Top judges suspend Andalusia’s pioneering anti-eviction law
Popular Party government appeal accepted by Constitutional Court magistrates
The Constitutional Court has upheld an appeal lodged by the ruling conservative Popular Party against the so-called anti-eviction law introduced last year by the Socialist Party-led regional administration of Andalusia.
The court’s decision effectively signals the automatic suspension of the legislation, as Prime Minister Mariano Rajoy had requested. The regional measure allowed for the temporary expropriation of a property facing an eviction order and permitted the Andalusia administration to assume control of any property owned by the banks that stood empty and let people who had been evicted live there for up to three years. The Constitutional Court is empowered to maintain the suspension for five months, before deciding whether to extend the stay or issue a definitive ruling on the matter.

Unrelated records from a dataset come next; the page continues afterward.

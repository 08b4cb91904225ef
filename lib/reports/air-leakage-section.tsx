/** The report's section for a logged air leakage test (DOMAIN.md §2.5): it replaces the thermometric sections. */
import { Circle, ClipPath, Defs, G, Line, Path, Rect, Svg, View } from "@react-pdf/renderer";
import type { AirLeakageResult, CycleDetail, SeriesResponse } from "@/lib/cycles/contracts";
import { leakChartGeometry, leakChartWindow } from "@/lib/cycles/air-leakage-chart";
import { formatElapsed } from "@/lib/cycles/chart-model";
import { basisNoteFor, formatDuration, formatLeakRate, formatPressure } from "@/lib/domain";
import { downsampleForReport } from "./downsample";
import { REPORT_CHART_POINTS } from "./model";
import { Heading, T, TableHead, type Column } from "./parts";
import { s } from "./styles";
import { SvgLabel } from "./svg";
import { CONTENT_WIDTH, colour } from "./theme";

const SOURCE_WORDS = { detected: "found in the trace", marked: "marked by the user", timed: "by the standard's timing" } as const;

function valueText(unit: AirLeakageResult["checks"][number]["unit"], value: number | null): string {
  if (value === null) return "not measured";
  if (unit === "kPa/min") return formatLeakRate(value);
  if (unit === "kPa") return formatPressure(value, { digits: 2, reference: "abs" });
  return formatDuration(value);
}

/** Readings, checks, warnings and the pressure chart of an air leakage test; `at` prints a time since the first sample with the site clock. */
export function AirLeakageSection({ analysis: a, detail, series, at }: { analysis: AirLeakageResult; detail: CycleDetail; series: SeriesResponse; at: (s: number) => string }) {
  const readings: Column[] = [
    { title: "Point", width: 30 },
    { title: "Time since first sample (site clock)", width: 30 },
    { title: "Chamber pressure", width: 18, numeric: true },
    { title: "How the time was found", width: 22 },
  ];
  const checks: Column[] = [
    { title: "Check", width: 26 },
    { title: "Result", width: 8 },
    { title: "Measured", width: 15, numeric: true },
    { title: "Limit", width: 15, numeric: true },
    { title: "Basis of the limit", width: 36 },
  ];
  const rows = [
    { point: "t1 / p1: valves closed, pump stopped", time: a.t1, p: a.p1, source: a.timeSources.t1 },
    { point: "t2 / p2: after the 5 min wait", time: a.t2, p: a.p2, source: a.timeSources.t2 },
    { point: "t3 / p3: 10 min later", time: a.t3, p: a.p3, source: a.timeSources.t3 },
  ];
  return (
    <View>
      <View wrap={false}>
        <Heading>Air leakage test: readings</Heading>
        <View style={s.table}>
          <TableHead columns={readings} />
          {rows.map((r) => (
            <View key={r.point} style={s.tr}>
              <T style={[s.td, { width: "30%" }, s.strong]}>{r.point}</T>
              <T style={[s.td, { width: "30%" }, s.mono]}>{at(r.time)}</T>
              <T style={[s.tdNum, { width: "18%" }]}>{r.p === null ? "not in the record" : formatPressure(r.p, { digits: 2, reference: "abs" })}</T>
              <T style={[s.td, { width: "22%" }]}>{SOURCE_WORDS[r.source]}</T>
            </View>
          ))}
        </View>
        <T style={s.caption}>
          {`Leak rate (p3 − p2) / 10 min = ${formatLeakRate(a.leakRate)}; rise during the wait (p2 − p1) ${a.stabilisationRise === null ? "—" : formatPressure(a.stabilisationRise, { digits: 2 })}; deepest vacuum ${formatPressure(a.vacuum.lowestKpaAbs, { digits: 2, reference: "abs" })} at ${at(a.vacuum.atS)}. ${a.findings.join(" ")}`}
        </T>
      </View>

      <View wrap={false}>
        <Heading>Checks against the acceptance limits</Heading>
        <View style={s.table}>
          <TableHead columns={checks} />
          {a.checks.map((c) => (
            <View key={c.id} style={s.tr}>
              <T style={[s.td, { width: "26%" }, s.strong]}>{c.label}</T>
              <T style={[s.td, { width: "8%" }, c.passed ? s.pass : s.fail]}>{c.passed ? "PASS" : "FAIL"}</T>
              <T style={[s.tdNum, { width: "15%" }]}>{valueText(c.unit, c.measured)}</T>
              <T style={[s.tdNum, { width: "15%" }]}>{`${c.comparison === "at-most" ? "at most" : "at least"} ${valueText(c.unit, c.limit)}`}</T>
              <T style={[s.td, { width: "36%", fontSize: 7.2, color: colour.inkSoft }]}>
                {detail.profile.basis === "local" ? basisNoteFor(c.id, detail.profile.basis, detail.profile.basisReason, 0) : c.basis}
              </T>
            </View>
          ))}
        </View>
      </View>

      {a.warnings.map((w) => (
        <View key={w} style={s.finding} wrap={false}>
          <T style={s.strong}>Needs a look</T>
          <T>{w}</T>
        </View>
      ))}

      <View wrap={false}>
        <Heading>Chamber pressure during the test</Heading>
        <View style={s.chartBox}>
          <LeakChart analysis={a} series={series} />
          <T style={s.caption}>
            {`Chamber pressure (kPa abs) from the logger file, ${series.totalSamples.toLocaleString("en-GB")} samples in the record. t1: the valves close (dashed: marked by the user); t2 after the 5 min wait; t3 10 min later. Dashed green: the vacuum set point, ${formatPressure(a.limits.vacuumSetPointKpaAbs, { digits: 1, reference: "abs" })}.`}
          </T>
        </View>
      </View>
    </View>
  );
}

function LeakChart({ analysis, series }: { analysis: AirLeakageResult; series: SeriesResponse }) {
  const window = leakChartWindow(analysis, series.timesS[series.timesS.length - 1] ?? analysis.t3);
  const width = CONTENT_WIDTH - 13;
  const height = 220;
  const g = leakChartGeometry(downsampleForReport(series, REPORT_CHART_POINTS, window.from, window.to), analysis, { width, height });
  return (
    <Svg width={width} height={height}>
      {g.pressureTicks.map((t) => (
        <G key={`p${t.kpa}`}>
          <Line x1={g.plot.x} x2={g.plot.x + g.plot.w} y1={t.y} y2={t.y} stroke={colour.inkLine} strokeWidth={0.4} />
          <SvgLabel x={g.plot.x - 4} y={t.y + 2} anchor="end" mono>
            {String(t.kpa)}
          </SvgLabel>
        </G>
      ))}
      {g.timeTicks.map((t) => (
        <SvgLabel key={`t${t.s}`} x={t.x} y={g.plot.y + g.plot.h + 10} anchor="middle" mono>
          {formatElapsed(t.s)}
        </SvgLabel>
      ))}
      <SvgLabel x={2} y={g.plot.y + 4}>
        kPa abs
      </SvgLabel>
      <SvgLabel x={g.plot.x + g.plot.w} y={height - 4} anchor="end">
        time since the first sample (min:s)
      </SvgLabel>
      {g.setPoint ? <Line x1={g.plot.x} x2={g.plot.x + g.plot.w} y1={g.setPoint.y} y2={g.setPoint.y} stroke={colour.pass500} strokeWidth={0.7} strokeDasharray="4 2" /> : null}
      <Defs>
        <ClipPath id="leak-plot">
          <Rect x={g.plot.x} y={g.plot.y} width={g.plot.w} height={g.plot.h} />
        </ClipPath>
      </Defs>
      <G clipPath="url(#leak-plot)">
        <Path d={g.path} stroke={colour.brass600} strokeWidth={1} fill="none" />
      </G>
      {g.marks.map((m) => (
        <G key={m.label}>
          <Line x1={m.x} x2={m.x} y1={g.plot.y} y2={g.plot.y + g.plot.h} stroke={colour.steam600} strokeWidth={0.7} strokeDasharray={m.source === "marked" ? "2 2" : undefined} />
          {m.y !== null ? <Circle cx={m.x} cy={m.y} r={2.6} fill={colour.paperRaised} stroke={colour.steam600} strokeWidth={1} /> : null}
          <SvgLabel x={m.x + 3} y={g.plot.y + 7} fill={colour.steam700} weight={600}>
            {m.label}
          </SvgLabel>
        </G>
      ))}
    </Svg>
  );
}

The country’s highest legal panel imposed a temporary injunction last July after the Rajoy administration had registered an appeal the previous month against a regional decree, which later became the anti-eviction law.

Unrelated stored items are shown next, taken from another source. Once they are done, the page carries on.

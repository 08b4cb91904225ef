/** The report's channel table and what the record brings and how it was read (issue 9 rule 12). */
import { View } from "@react-pdf/renderer";
import type { AnalysisResult, ChannelPosition, SeriesResponse } from "@/lib/cycles/contracts";
import { channelRoleLabel, gapLines, missingCell, NOT_RECORDED, recordInputRows } from "@/lib/cycles/record-input";
import { formatDuration, sensorPositionLabel } from "@/lib/domain";
import { Heading, T, TableHead, type Column } from "./parts";
import { s } from "./styles";
import { fixed } from "./text";
import { colour } from "./theme";

type AnalysisOf = AnalysisResult;

/** Each channel with where its probe sat (position and note), its role and its figures in °C. */
export function ChannelsSection({ analysis, band, positions }: { analysis: AnalysisOf; band: SeriesResponse["band"]; positions: ChannelPosition[] }) {
  const columns: Column[] = [
    { title: "Channel", width: 14 },
    { title: "Position and note", width: 22 },
    { title: "Role", width: 9 },
    { title: "Min in holding (°C)", width: 10, numeric: true },
    { title: "Max in holding (°C)", width: 10, numeric: true },
    { title: "Mean in holding (°C)", width: 10, numeric: true },
    { title: "F0 (min)", width: 7, numeric: true },
    { title: "At Ts after plateau start", width: 11, numeric: true },
    { title: "Missing", width: 7, numeric: true },
  ];
  const placeOf = new Map(positions.map((p) => [p.header, p]));
  const placeText = (header: string) => {
    const place = placeOf.get(header);
    if (!place?.position) return "NOT RECORDED";
    return place.note ? `${sensorPositionLabel(place.position)}: ${place.note}` : sensorPositionLabel(place.position);
  };
  const hold = analysis.saturationTemperatureDuringHold;
  const unrecorded = analysis.channels.some((c) => c.missing === undefined);
  return (
    // Up to two dozen channels the table stays on one page; longer ones run on with the header repeated.
    <View wrap={analysis.channels.length > 24}>
      <Heading>Channels during holding</Heading>
      <View style={s.table}>
        <TableHead columns={columns} />
        {analysis.channels.map((c) => {
          const low = c.minDuringHold !== null && c.minDuringHold < band.low;
          const high = c.maxDuringHold !== null && c.maxDuringHold > band.high;
          return (
            <View key={c.header} style={s.tr} wrap={false}>
              <T style={[s.td, { width: "14%" }, c.role === "reference" ? s.strong : {}]}>{c.header}</T>
              <T style={[s.td, { width: "22%" }, placeOf.get(c.header)?.position ? {} : { color: colour.caution700 }]}>{placeText(c.header)}</T>
              <T style={[s.td, { width: "9%" }]}>{channelRoleLabel(c.role).toLowerCase()}</T>
              <T style={[s.tdNum, { width: "10%" }, low ? s.fail : {}]}>{fixed(c.minDuringHold, 2)}</T>
              <T style={[s.tdNum, { width: "10%" }, high ? s.fail : {}]}>{fixed(c.maxDuringHold, 2)}</T>
              <T style={[s.tdNum, { width: "10%" }]}>{fixed(c.meanDuringHold, 2)}</T>
              <T style={[s.tdNum, { width: "7%" }]}>{fixed(c.f0, 2)}</T>
              <T style={[s.tdNum, { width: "11%" }]}>{c.arrivalAfterPlateauStart === null ? "never" : formatDuration(c.arrivalAfterPlateauStart)}</T>
              <T style={[s.tdNum, { width: "7%" }, c.missing ? { color: colour.caution700 } : {}]}>{missingCell(c)}</T>
            </View>
          );
        })}
      </View>
      <T style={s.caption}>
        {`Holding: from the moment every channel has reached ${fixed(band.low, 1)} °C to the end of the plateau. F0 over the whole record. Figures in red lie outside the band.${
          hold ? ` Saturation temperature from chamber pressure during holding: ${fixed(hold.min, 2)} to ${fixed(hold.max, 2)} °C (mean ${fixed(hold.mean, 2)} °C).` : ""
        } Reference channel: ${analysis.referenceChannel}; pressure channel: ${analysis.pressureChannel}. Missing: blank cells of the channel in the whole record${unrecorded ? ` (${NOT_RECORDED})` : ""}.`}
      </T>
    </View>
  );
}

const GAP_COLUMNS: Column[] = [
  { title: "Gap from", width: 24 },
  { title: "to", width: 24 },
  { title: "Length", width: 14, numeric: true },
  { title: "What is missing", width: 38 },
];

/** Sampling interval, gaps with their times, missing readings, pressure reference ("assumed" as a caution) and atmosphere. */
export function RecordInputSection({ analysis, at }: { analysis: AnalysisOf; at: (s: number) => string }) {
  const rows = recordInputRows(analysis);
  const gaps = gapLines(analysis.input?.gaps ?? [], at);
  const warnings = analysis.input?.warnings ?? [];
  return (
    <View>
      <View wrap={false}>
        <Heading>The record and how it was read</Heading>
        <View style={s.table}>
          {rows.map((row) => (
            <View key={row.label} style={s.tr} wrap={false}>
              <T style={[s.td, { width: "26%" }, s.strong]}>{row.label}</T>
              <T style={row.caution ? [s.td, { width: "74%" }, s.strong, { color: colour.caution700 }] : [s.td, { width: "74%" }]}>{row.caution ? `CAUTION: ${row.value}` : row.value}</T>
            </View>
          ))}
        </View>
      </View>
      {gaps.length > 0 ? (
        <View style={[s.table, { marginTop: 4 }]}>
          <TableHead columns={GAP_COLUMNS} />
          {gaps.map((g) => (
            <View key={`${g.from}-${g.what}`} style={s.tr} wrap={false}>
              <T style={[s.td, { width: "24%" }]}>{g.from}</T>
              <T style={[s.td, { width: "24%" }]}>{g.to}</T>
              <T style={[s.tdNum, { width: "14%" }]}>{g.duration}</T>
              <T style={[s.td, { width: "38%" }]}>{g.what}</T>
            </View>
          ))}
        </View>
      ) : null}
      {warnings.map((w) => (
        <View key={w} wrap={false}>
          <T style={[s.small, { color: colour.caution700, marginTop: 2 }]}>{`Note: ${w}`}</T>
        </View>
      ))}
    </View>
  );
}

Rajoy’s reasoning for both legal challenges is based on the central government’s jurisdiction, which he said Andalusia had impinged upon.
Several evictions in the Andalusia region were prevented under the legislation. In a country rocked by the global financial crisis and with unemployment standing at some 26 percent, the number of foreclosure claims reaching the courts nearly quadrupled between 2010 and 2013, according to figures from the General Council of the Judiciary legal watchdog.